A standard RS-232 cable can be 15 meters in length. Longer distances are easily possible. The cabling is cheap. Terminal servers can be used to allow one terminal to access up to 90 serial consoles.

Recording console messages

This is useful in two very different cases.

Kernel programmers are often faced with a kernel error message that is displayed a split second before the computer reboots. A serial console can be used to record that message. Another Linux machine can be used as the serial terminal.

Some secure installations require all security events to be unalterably logged. One way to meet this requirement is to print all console messages. Connecting the serial console to a serial printer can achieve this.[1]

Embedded software development

Linux is increasingly being used as an operating system for embedded applications. These computers do not have keyboards or screens.

A serial port is a cheap way to allow software developers to directly access the embedded computer. This is invaluable for debugging. Most chip sets designed for embedded computers have a serial port precisely for this purpose.

The shipping product need not present the RS-232 port on an external connector. Alternatively the RS-232 port is often used for downloading software updates.

Craft terminal for telecommunications equipment

Linux is increasingly being used as the operating system inside telecommunications equipment. The Carrier Grade Linux consortia hopes to accelerate and coordinate this trend.

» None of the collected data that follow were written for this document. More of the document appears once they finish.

def read_measurement_file(path: str | os.PathLike[str]) -> Measurements:
    """Read one measurement file (kind from its columns, see the module docstring).

    Raises
    ------
    InputError
        One line naming the file, the line and row, the column, the problem
        and what is valid: a missing file, a folder, an empty file, a column
        without its unit, a missing column, a non-number, a negative speed,
        an angle out of range, a file without data rows...
    """
    name = str(path)
    text = _read_text(path)
    header: list[str] | None = None
    kind = ""
    header_line = 0
    rows: list[Row] = []
    for lineno, raw in enumerate(text.splitlines(), start=1):
        line = raw.strip()
        if not line or line.startswith("#"):
            continue
        if header is None:
            where = f"{name}: line {lineno} (header)"
            cells = _split(line)
            if len(cells) == 1 and (";" in cells[0] or "\t" in cells[0]):
                raise InputError(f"{where}: columns must be separated by commas, not "
                                 f"{'semicolons' if ';' in cells[0] else 'tabs'}")
            header = [_check_column(c, where) for c in cells]
            seen: set[str] = set()
            for c in header:
                if c in seen:
                    raise InputError(f"{where}: column {c!r} appears twice")
                seen.add(c)
            kind = _kind_of(header, where)
            header_line = lineno
            continue
        n_row = len(rows) + 1
        where = f"{name}: line {lineno} (row {n_row})"
        if n_row > MAX_ROWS:
            raise InputError(f"{where}: more than {MAX_ROWS:,} data rows; a fit takes at most "
                             f"{MAX_ROWS:,} (split the file, or keep a sample of the rows)")
        cells = _split(line)
        if len(cells) != len(header):
            raise InputError(f"{where}: {len(cells)} value{'s' if len(cells) != 1 else ''}, "
                             f"the header has {len(header)} columns ({','.join(header)})")
        values = dict(zip(header, cells, strict=True))
        spin = DEFAULT_SPIN
        if "spin" in values:
            spin = values["spin"].lower()
            if spin not in SPINS:
                raise InputError(f"{where}, column 'spin': {values['spin']!r} is not a spin, "
                                 f"must be one of {', '.join(SPINS)}")
        nums = {c: _number(values[c], c, where) for c in header if c in _RANGES}
        if kind == "rebound":
            rows.append(ReboundRow(nums["speed_in_mps"], nums["angle_in_deg"],
                                   nums["speed_out_mps"], nums["angle_out_deg"], spin,
                                   name, lineno))
        elif kind == "rollout":
            rows.append(RolloutRow(nums["launch_speed_mps"], nums["distance_m"], spin,
                                   name, lineno))
        else:
            rows.append(ReboundTestRow(nums["launch_speed_mps"], nums["table_lengths"],
                                       name, lineno))
    if header is None:
        raise InputError(f"{name}: the file is empty, expected a header line of column names "
                         f"({_valid_columns_text()}) and a line per measurement")
    if not rows:
        raise InputError(f"{name}: no data rows after the header (line {header_line}); add a "
                         "line per measurement")
    if kind == "rebound":
        return Measurements(rebounds=tuple(rows), files=((name, kind),))  # type: ignore[arg-type]
    if kind == "rollout":
        return Measurements(rollouts=tuple(rows), files=((name, kind),))  # type: ignore[arg-type]
    return Measurements(rebound_tests=tuple(rows), files=((name, kind),))  # type: ignore[arg-type]


def read_measurements(paths: Sequence[str | os.PathLike[str]]) -> Measurements:
    """Read several measurement files (each of one kind) into one set of rows."""
    if not paths:
        raise InputError("no measurement file given: give at least one .csv file")
    out = Measurements()
    for p in paths:
        out = out + read_measurement_file(p)
        if out.n_rows > MAX_ROWS:
            raise InputError(f"{p}: the files hold {out.n_rows:,} data rows so far; a fit takes "
                             f"at most {MAX_ROWS:,} over all its files (keep a sample of the "
                             "rows)")
    return out


# --------------------------------------------------------------- least squares
@dataclass(frozen=True, eq=False)
class LeastSquaresResult:
    """The outcome of :func:`levenberg_marquardt`."""

    x: np.ndarray
    """The parameters at the minimum."""
    residuals: np.ndarray
    """Residuals at ``x``."""
    jacobian: np.ndarray
    """Jacobian of the residuals at ``x`` (numerical)."""
    cost: float
    """Half the sum of squared residuals (as ``scipy.optimize.least_squares``)."""
    iterations: int
    """Accepted steps."""
    evaluations: int
    """Residual evaluations, the Jacobian's included."""
    converged: bool
    """Whether a convergence test was met (not the iteration limit)."""
    message: str
    """Which test stopped it."""


def numerical_jacobian(fun: Callable[[np.ndarray], np.ndarray], x: np.ndarray,
                       scale: np.ndarray, lower: np.ndarray, upper: np.ndarray,
                       rel_step: float = 6e-6) -> np.ndarray:
    """Central-difference Jacobian of ``fun`` at ``x`` (one-sided at a bound).

    The step of parameter j is ``rel_step * max(|x_j|, scale_j)``; 6e-6 is
    about the cube root of the double-precision epsilon, the usual choice
    for central differences (common practice, no source).
    """
    x = np.asarray(x, dtype=float)
    cols = []
    for j in range(len(x)):
        h = rel_step * max(abs(x[j]), scale[j])
        up = x.copy()
        dn = x.copy()
        if x[j] + h > upper[j]:
            up[j] = x[j]
            dn[j] = x[j] - h
            d = h
        elif x[j] - h < lower[j]:
            up[j] = x[j] + h
            dn[j] = x[j]
            d = h
        else:
            up[j] = x[j] + h
            dn[j] = x[j] - h
            d = 2 * h
        cols.append((np.asarray(fun(up), dtype=float) - np.asarray(fun(dn), dtype=float)) / d)
    return np.column_stack(cols)


def levenberg_marquardt(
    fun: Callable[[np.ndarray], np.ndarray],
    x0: Sequence[float],
    *,
    lower: Sequence[float] | None = None,
    upper: Sequence[float] | None = None,
    scale: Sequence[float] | None = None,
    max_iterations: int = 200,
    ftol: float = 1e-12,
    xtol: float = 1e-12,
    gtol: float = 1e-14,
    progress: Progress | None = None,
) -> LeastSquaresResult:
    """Minimise ``0.5 * |fun(x)|^2`` by Levenberg-Marquardt with a numerical Jacobian.

    Marquardt's scaling (the damping multiplies the diagonal of ``J^T J``)
    and Nielsen's update of the damping (H. B. Nielsen, *Damping parameter in
    Marquardt's method*, IMM DTU report, 1999). Parameters are kept inside
    ``[lower, upper]`` by projection; the bounds are for keeping the model
    defined, not for constrained fitting.

    Parameters
    ----------
    fun
        Residuals as a 1-D array for a parameter array.
    x0
        Starting point.
    lower, upper
        Bounds (default unbounded).
    scale
        Typical size of each parameter, for the difference steps (default
        ``max(|x0|, 1e-3)``).
    max_iterations
        Largest number of steps tried.
    ftol, xtol, gtol
        Stop when the cost falls by less than ``ftol`` (relative), the step is
        below ``xtol`` (relative to ``x``), or the gradient below ``gtol``.
    progress
        Called with the fraction of ``max_iterations`` used (a rough guide).
    """
    x = np.array(x0, dtype=float)
    n = len(x)
    lo = np.full(n, -np.inf) if lower is None else np.asarray(lower, dtype=float)
    hi = np.full(n, np.inf) if upper is None else np.asarray(upper, dtype=float)
    sc = np.maximum(np.abs(x), 1e-3) if scale is None else np.asarray(scale, dtype=float)
    x = np.clip(x, lo, hi)
    evals = 0

    def f(p: np.ndarray) -> np.ndarray:
        nonlocal evals
        evals += 1
        r = np.asarray(fun(p), dtype=float).ravel()
        if not np.all(np.isfinite(r)):
            raise InputError("the model gave a non-finite residual; the data are out of the "
                             "model's reach")
        return r

    def jac(p: np.ndarray) -> np.ndarray:
        nonlocal evals
        evals += 2 * n
        return numerical_jacobian(fun, p, sc, lo, hi)

    r = f(x)
    cost = 0.5 * float(r @ r)
    J = jac(x)
    A = J.T @ J
    g = J.T @ r
    mu = 1e-3 * float(max(np.max(np.diag(A)), 1e-300))
    nu = 2.0
    converged = False
    message = "iteration limit reached"
    it = 0
    for k in range(max_iterations):
        if progress is not None:
            progress(k / max_iterations, "fitting")
        if float(np.max(np.abs(g))) <= gtol * max(1.0, cost):
            converged, message = True, "gradient below tolerance"
            break
        d = np.maximum(np.diag(A), 1e-12 * max(float(np.max(np.diag(A))), 1e-300))
        try:
            h = np.linalg.solve(A + mu * np.diag(d), -g)
        except np.linalg.LinAlgError:
            mu *= nu
            nu *= 2.0
            continue
        x_new = np.clip(x + h, lo, hi)
        step = x_new - x
        if float(np.linalg.norm(step)) <= xtol * (float(np.linalg.norm(x)) + xtol):
            converged, message = True, "step below tolerance"
            break
        r_new = f(x_new)
        cost_new = 0.5 * float(r_new @ r_new)
        predicted = -(float(g @ step) + 0.5 * float(step @ A @ step))
        rho = (cost - cost_new) / predicted if predicted > 0 else -1.0
        if rho > 0:
            it += 1
            drop = cost - cost_new
            x, r, cost = x_new, r_new, cost_new
            J = jac(x)
            A = J.T @ J
            g = J.T @ r
            mu *= max(1.0 / 3.0, 1.0 - (2.0 * rho - 1.0) ** 3)
            nu = 2.0
            if drop <= ftol * max(cost, 1e-300):
                converged, message = True, "cost change below tolerance"
                break
        else:
            mu *= nu
            nu *= 2.0
            if mu > 1e30:
                converged, message = True, "no further decrease possible"
                break
    if progress is not None:
        progress(1.0, "fitting")
    return LeastSquaresResult(x, r, J, cost, it, evals, converged, message)


def standard_errors(result: LeastSquaresResult) -> tuple[np.ndarray, float, np.ndarray]:
    """Standard errors, residual sigma and covariance of a fit.

    ``cov = sigma^2 (J^T J)^-1`` with ``sigma^2 = RSS / (m - p)`` (the usual
    linearised least-squares covariance). Raises :class:`InputError` when
    there are no more residuals than parameters.
    """
    J = result.jacobian
    m, p = J.shape
    if m <= p:
        raise InputError(f"{m} residuals for {p} parameters: more measurements are needed "
                         "for standard errors")
    sigma2 = 2.0 * result.cost / (m - p)
    cov = sigma2 * np.linalg.pinv(J.T @ J)
    return np.sqrt(np.maximum(np.diag(cov), 0.0)), math.sqrt(sigma2), cov


def _undetermined(J: np.ndarray) -> list[int]:
    """Parameters the data do not determine: columns of J that are zero, or
    else those in a combination the data cannot see (a near-null direction
    of the column-scaled J, singular value below 1e-7 of the largest)."""
    norms = np.linalg.norm(J, axis=0)
    top = float(np.max(norms)) if len(norms) else 0.0
    zero = [j for j, v in enumerate(norms) if v <= 1e-9 * max(top, 1e-300)]
    if zero or J.shape[1] < 2:
        return zero
    _u, sv, vt = np.linalg.svd(J / norms, full_matrices=False)
    if sv[-1] > 1e-7 * sv[0]:
        return []
    return [j for j, c in enumerate(vt[-1]) if abs(c) > 0.1]


# ------------------------------------------------------------------ models
def _geometry(spec: TableSpec) -> Any:
    from .table import Table

    return Table(spec)


def _law_params(spec: TableSpec) -> np.ndarray:
    from .physics.simulator import _params_vector

    return _params_vector(_geometry(spec), Physics.for_table(spec))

Most telecommunications equipment is remotely managed from a distant computer. However, site technicans (called craft personnel in telco-speak) need to access the equipment to test installation changes, check the status of reported faults, and so on. The terminal used by the craft personnel is called the craft terminal. The craft terminal plugs into the craft interface on the equipment. The serial console makes an ideal craft interface.

Unlike minicomputer systems, the IBM PC was not designed to use a serial console. This has two consequences.

Firstly, Power On Self-Test messages and Basic Input/Output System (BIOS) messages are sent to the screen and received from the keyboard. This makes it difficult to use the serial port to reconfigure the BIOS and impossible to see Power On Self-Test errors.

An increasing number of manufacturers of rackable server equipment are altering their BIOSs to optionally use the RS-232 port for BIOS configuration and test messages. If you are buying a machine specifically for use with serial console you should seek this feature. If you have an existing machine that definitely requires access to the BIOS from the serial port then there are hardware solutions such as PC Weasel 2000.

Secondly, the RS-232 port on the IBM PC is designed for connecting to a modem. Thus a null modem cable is needed when connecting the PC's serial port to a terminal.



The Linux 2.4 kernel also supports the output of console messages to Centronics or IEEE 1284-2000 parallel printer interfaces.